In the records below, find the line with "filename engine/ledger/fingerprint.ts" and the line with "sorted and deduplicated". Print both exactly, along with every line between them, and no other line.

• [SUPPLIED RECORDS]

********************

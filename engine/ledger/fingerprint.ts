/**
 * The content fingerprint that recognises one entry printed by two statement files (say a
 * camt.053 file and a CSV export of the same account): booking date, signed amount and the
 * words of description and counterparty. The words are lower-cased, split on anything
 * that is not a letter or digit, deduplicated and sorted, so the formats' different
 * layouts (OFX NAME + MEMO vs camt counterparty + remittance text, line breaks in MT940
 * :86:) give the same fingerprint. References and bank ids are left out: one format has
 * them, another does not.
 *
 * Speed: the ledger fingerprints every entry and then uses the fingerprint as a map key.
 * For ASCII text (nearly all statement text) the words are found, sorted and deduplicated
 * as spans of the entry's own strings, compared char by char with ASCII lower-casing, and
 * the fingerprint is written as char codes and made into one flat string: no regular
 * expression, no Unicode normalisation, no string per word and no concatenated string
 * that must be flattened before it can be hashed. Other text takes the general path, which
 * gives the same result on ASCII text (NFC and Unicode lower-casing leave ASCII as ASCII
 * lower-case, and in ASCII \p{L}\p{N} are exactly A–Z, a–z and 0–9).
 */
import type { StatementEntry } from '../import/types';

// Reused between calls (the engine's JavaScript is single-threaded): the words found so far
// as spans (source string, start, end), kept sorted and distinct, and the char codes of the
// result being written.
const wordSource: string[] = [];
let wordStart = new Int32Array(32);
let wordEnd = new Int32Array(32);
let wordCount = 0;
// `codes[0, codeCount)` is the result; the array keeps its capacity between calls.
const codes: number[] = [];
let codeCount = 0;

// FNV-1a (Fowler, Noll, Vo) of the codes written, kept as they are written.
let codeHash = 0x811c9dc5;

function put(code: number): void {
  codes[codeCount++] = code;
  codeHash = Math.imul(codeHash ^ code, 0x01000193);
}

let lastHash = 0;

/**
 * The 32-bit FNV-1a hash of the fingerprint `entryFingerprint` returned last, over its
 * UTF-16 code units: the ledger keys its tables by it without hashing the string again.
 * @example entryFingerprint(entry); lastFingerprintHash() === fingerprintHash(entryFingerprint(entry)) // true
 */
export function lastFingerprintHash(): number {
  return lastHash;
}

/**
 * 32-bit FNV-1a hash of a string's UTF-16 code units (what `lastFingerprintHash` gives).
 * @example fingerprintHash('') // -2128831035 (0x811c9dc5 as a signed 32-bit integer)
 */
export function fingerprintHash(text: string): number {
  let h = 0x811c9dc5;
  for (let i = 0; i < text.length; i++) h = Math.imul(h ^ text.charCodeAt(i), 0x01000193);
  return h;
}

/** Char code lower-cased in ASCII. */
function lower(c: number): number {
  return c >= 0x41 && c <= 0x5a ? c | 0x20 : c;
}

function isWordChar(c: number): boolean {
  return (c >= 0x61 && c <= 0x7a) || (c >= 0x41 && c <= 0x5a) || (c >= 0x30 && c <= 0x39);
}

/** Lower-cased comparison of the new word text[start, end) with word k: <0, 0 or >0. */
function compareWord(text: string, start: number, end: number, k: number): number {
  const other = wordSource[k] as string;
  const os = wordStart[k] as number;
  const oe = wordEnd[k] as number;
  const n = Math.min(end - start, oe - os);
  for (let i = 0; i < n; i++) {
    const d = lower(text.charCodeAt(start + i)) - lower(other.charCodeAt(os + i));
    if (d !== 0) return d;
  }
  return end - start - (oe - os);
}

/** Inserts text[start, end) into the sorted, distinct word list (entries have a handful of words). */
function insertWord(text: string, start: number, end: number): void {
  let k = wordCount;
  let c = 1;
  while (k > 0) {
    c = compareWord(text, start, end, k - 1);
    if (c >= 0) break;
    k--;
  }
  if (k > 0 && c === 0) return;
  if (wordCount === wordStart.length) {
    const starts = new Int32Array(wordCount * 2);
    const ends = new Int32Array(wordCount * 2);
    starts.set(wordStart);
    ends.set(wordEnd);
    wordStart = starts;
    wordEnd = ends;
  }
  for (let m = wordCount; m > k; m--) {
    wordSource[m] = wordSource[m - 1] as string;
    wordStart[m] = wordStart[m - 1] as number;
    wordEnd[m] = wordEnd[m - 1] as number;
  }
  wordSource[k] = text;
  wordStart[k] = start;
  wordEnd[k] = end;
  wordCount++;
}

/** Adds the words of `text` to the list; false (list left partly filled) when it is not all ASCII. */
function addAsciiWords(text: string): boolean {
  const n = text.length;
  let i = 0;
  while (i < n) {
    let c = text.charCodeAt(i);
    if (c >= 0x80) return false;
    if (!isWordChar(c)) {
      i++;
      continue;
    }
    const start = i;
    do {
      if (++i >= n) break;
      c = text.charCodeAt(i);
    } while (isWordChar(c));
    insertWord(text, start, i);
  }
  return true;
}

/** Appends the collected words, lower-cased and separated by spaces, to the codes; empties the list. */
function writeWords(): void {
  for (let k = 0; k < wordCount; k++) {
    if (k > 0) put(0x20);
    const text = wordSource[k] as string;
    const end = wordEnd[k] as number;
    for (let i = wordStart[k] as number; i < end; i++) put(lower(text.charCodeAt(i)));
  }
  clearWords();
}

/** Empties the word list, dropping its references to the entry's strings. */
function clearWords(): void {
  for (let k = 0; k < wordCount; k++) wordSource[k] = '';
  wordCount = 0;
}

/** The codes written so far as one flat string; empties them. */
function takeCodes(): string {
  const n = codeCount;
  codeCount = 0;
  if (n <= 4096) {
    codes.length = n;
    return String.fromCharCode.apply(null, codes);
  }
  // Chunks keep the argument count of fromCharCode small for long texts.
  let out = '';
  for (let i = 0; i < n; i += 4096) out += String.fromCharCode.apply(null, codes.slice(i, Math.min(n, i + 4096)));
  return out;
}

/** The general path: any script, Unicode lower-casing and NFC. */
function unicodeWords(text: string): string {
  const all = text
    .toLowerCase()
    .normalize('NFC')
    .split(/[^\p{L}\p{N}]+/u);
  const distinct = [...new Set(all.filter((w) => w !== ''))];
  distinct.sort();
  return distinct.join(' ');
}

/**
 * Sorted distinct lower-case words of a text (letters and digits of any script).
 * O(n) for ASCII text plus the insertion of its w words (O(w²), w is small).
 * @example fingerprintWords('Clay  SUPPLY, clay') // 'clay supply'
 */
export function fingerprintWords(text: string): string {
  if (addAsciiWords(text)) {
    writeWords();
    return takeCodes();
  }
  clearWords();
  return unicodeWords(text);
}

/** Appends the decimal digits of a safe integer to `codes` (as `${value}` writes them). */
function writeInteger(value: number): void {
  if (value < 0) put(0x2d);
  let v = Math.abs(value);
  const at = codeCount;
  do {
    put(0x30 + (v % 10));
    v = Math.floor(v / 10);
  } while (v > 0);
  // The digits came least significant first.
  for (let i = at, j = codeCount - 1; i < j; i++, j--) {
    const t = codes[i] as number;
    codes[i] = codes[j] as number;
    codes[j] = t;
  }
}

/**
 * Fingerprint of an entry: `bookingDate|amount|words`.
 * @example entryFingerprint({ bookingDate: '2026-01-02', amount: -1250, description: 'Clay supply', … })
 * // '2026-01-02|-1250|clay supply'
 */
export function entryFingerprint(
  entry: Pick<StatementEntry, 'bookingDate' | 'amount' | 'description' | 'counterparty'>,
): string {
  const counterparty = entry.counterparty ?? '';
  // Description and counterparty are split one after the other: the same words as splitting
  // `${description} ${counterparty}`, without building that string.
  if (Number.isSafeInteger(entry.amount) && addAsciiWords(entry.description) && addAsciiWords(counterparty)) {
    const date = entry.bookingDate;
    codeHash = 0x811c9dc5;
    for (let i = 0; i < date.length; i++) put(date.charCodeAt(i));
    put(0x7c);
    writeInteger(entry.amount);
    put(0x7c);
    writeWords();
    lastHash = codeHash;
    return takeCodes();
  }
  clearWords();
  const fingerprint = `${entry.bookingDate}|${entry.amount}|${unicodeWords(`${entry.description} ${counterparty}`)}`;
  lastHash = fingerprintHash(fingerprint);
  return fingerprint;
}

********************

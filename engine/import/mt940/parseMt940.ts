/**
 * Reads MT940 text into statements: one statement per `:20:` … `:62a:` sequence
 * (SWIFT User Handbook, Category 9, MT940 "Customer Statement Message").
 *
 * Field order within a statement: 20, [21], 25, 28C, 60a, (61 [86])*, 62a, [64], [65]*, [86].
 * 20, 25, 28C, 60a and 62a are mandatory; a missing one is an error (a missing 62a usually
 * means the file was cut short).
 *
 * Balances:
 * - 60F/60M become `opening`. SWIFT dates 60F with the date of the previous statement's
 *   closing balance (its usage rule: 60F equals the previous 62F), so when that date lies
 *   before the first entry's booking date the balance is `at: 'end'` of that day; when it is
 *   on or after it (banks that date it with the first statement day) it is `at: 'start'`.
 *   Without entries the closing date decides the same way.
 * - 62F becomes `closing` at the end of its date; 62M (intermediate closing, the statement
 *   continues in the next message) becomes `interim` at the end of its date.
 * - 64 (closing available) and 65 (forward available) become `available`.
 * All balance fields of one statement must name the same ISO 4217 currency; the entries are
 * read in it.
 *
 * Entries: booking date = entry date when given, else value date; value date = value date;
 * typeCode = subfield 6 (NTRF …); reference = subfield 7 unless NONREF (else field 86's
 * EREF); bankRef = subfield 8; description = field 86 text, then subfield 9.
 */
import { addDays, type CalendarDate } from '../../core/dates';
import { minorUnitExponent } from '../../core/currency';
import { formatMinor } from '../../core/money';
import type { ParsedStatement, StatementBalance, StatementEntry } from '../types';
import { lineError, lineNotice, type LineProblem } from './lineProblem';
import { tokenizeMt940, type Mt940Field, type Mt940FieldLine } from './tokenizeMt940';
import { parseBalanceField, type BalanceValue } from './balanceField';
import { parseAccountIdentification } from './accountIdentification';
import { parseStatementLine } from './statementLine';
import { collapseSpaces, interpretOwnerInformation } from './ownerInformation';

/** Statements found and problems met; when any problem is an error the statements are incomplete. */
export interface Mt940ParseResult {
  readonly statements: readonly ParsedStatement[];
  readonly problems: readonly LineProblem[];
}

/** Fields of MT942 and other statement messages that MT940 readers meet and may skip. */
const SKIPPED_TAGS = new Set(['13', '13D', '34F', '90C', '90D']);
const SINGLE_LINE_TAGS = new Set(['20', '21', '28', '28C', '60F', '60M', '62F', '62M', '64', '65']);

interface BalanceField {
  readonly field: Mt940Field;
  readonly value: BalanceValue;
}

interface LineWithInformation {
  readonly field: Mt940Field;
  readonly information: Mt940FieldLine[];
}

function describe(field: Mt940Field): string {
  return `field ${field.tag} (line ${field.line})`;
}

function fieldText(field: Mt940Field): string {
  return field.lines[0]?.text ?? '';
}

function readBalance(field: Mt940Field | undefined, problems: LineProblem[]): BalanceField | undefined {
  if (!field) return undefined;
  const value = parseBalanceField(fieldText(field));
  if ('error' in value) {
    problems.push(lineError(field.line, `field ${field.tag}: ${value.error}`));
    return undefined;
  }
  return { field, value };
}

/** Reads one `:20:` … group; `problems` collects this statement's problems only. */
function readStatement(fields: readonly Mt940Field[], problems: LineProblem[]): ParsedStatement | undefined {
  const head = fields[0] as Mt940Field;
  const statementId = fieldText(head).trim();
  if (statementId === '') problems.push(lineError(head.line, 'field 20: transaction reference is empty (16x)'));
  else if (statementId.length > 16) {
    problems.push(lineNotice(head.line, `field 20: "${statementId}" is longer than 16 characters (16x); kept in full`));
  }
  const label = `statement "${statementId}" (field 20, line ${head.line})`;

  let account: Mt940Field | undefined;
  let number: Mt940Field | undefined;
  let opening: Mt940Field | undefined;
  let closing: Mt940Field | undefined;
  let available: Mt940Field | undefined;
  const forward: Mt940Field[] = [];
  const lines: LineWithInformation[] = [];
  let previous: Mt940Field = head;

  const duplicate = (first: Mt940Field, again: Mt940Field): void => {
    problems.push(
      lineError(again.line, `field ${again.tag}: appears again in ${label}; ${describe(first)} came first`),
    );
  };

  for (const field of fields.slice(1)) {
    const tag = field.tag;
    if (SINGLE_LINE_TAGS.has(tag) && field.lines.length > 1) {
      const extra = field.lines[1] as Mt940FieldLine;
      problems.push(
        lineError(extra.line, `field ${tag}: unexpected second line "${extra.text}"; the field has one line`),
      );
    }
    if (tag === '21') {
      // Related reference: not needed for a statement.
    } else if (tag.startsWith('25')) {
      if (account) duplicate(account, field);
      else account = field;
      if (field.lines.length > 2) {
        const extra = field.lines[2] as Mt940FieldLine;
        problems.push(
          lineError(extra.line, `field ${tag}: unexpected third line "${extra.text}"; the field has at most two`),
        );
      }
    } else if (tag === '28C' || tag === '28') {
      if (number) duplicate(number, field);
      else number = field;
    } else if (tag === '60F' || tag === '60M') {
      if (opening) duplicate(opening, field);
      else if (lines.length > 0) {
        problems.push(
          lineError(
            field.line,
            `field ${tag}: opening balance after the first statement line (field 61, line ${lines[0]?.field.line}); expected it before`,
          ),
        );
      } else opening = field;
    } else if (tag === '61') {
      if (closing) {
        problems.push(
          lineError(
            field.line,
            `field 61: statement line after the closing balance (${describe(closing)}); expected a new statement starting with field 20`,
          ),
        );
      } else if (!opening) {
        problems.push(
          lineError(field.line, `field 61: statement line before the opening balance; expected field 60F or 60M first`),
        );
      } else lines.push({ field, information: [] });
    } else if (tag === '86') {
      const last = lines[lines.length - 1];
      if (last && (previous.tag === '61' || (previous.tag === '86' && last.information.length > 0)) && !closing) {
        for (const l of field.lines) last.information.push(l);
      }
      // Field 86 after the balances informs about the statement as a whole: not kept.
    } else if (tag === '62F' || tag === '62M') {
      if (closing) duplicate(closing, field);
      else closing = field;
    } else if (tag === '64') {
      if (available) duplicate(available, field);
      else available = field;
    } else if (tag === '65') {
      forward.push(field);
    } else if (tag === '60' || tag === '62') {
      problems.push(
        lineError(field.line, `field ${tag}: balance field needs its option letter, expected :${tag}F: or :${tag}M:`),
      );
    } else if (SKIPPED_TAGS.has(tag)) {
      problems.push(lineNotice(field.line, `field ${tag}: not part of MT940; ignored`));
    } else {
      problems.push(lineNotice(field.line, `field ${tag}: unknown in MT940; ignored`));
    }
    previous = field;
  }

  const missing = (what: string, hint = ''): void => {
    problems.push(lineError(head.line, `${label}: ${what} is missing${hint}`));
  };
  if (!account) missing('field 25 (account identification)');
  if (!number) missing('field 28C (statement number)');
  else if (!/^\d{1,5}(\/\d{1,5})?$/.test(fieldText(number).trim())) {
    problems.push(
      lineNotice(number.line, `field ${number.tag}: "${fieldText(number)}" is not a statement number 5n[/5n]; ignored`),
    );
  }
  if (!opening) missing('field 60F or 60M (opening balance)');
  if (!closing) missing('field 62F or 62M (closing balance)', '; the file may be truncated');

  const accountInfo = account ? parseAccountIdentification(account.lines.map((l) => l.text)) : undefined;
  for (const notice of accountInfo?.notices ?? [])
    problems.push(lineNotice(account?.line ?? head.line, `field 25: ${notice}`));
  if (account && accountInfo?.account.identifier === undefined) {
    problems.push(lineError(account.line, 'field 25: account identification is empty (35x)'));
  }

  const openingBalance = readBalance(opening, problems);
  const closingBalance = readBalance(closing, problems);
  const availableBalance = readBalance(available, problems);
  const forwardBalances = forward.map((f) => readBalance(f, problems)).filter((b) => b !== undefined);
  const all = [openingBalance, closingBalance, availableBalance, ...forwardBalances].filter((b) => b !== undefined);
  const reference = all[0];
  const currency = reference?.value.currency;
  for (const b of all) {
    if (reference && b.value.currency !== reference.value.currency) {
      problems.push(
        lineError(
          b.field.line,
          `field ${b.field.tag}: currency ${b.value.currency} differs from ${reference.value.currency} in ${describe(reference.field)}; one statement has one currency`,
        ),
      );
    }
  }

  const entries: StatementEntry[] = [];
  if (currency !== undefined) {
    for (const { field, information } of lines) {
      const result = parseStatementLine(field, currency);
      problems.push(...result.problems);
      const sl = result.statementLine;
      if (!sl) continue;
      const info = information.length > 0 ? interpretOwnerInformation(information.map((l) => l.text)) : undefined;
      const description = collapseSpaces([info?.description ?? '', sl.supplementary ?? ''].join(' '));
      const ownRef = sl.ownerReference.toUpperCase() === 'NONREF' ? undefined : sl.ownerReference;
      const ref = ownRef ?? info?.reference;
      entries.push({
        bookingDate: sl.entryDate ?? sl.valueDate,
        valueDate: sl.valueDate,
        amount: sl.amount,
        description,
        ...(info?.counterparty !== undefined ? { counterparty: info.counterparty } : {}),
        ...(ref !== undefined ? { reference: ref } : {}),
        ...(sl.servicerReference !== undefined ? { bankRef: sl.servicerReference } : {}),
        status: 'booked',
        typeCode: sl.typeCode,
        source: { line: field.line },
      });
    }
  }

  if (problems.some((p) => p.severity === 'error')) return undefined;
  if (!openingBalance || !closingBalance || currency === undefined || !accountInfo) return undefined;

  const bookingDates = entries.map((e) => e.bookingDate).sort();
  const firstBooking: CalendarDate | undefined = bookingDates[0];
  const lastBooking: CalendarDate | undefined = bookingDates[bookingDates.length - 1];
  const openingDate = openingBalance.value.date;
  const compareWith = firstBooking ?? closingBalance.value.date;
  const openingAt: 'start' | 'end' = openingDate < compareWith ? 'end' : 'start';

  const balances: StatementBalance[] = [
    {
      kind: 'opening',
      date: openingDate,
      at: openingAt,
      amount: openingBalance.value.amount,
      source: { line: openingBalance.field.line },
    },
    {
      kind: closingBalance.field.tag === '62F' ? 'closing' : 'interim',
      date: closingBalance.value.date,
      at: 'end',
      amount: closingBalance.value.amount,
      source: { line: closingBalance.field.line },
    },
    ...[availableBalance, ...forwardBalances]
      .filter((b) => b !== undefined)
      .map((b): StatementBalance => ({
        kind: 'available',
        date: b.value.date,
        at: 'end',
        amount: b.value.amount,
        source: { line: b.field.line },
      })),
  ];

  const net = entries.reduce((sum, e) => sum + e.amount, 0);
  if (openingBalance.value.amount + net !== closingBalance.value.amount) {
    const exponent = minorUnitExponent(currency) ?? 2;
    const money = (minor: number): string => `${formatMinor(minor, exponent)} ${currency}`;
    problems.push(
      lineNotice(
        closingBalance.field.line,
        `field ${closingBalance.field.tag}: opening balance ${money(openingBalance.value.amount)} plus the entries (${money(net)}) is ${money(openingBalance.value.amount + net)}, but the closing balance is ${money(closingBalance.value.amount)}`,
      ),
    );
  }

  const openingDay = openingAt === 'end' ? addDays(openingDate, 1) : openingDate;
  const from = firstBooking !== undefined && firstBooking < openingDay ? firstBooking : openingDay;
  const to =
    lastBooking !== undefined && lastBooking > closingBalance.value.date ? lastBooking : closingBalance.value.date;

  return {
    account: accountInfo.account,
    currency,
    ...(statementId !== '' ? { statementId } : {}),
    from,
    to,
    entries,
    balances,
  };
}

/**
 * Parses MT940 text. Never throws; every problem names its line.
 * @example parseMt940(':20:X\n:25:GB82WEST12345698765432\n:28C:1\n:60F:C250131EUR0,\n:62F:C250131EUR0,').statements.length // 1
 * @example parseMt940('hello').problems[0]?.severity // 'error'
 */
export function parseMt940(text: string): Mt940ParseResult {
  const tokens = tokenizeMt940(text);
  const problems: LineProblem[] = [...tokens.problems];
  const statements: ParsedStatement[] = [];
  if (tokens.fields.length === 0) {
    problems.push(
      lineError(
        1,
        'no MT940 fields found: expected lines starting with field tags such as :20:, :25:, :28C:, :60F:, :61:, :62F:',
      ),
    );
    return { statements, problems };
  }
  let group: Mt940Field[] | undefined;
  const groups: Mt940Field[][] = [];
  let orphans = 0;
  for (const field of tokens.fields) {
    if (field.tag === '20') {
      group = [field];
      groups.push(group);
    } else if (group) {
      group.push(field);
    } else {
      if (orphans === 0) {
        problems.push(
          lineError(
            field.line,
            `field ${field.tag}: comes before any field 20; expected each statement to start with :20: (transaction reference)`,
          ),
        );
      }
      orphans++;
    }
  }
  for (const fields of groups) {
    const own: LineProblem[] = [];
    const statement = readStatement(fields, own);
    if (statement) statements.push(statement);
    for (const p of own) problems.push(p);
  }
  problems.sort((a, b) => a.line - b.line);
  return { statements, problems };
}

********************

• [RESPONSE TO THIS TASK]
filename engine/ledger/fingerprint.ts
/**
 * The content fingerprint that recognises one entry printed by two statement files (say a
 * camt.053 file and a CSV export of the same account): booking date, signed amount and the
 * words of description and counterparty. The words are lower-cased, split on anything
 * that is not a letter or digit, deduplicated and sorted, so the formats' different
 * layouts (OFX NAME + MEMO vs camt counterparty + remittance text, line breaks in MT940
 * :86:) give the same fingerprint. References and bank ids are left out: one format has
 * them, another does not.
 *
 * Speed: the ledger fingerprints every entry and then uses the fingerprint as a map key.
 * For ASCII text (nearly all statement text) the words are found, sorted and deduplicated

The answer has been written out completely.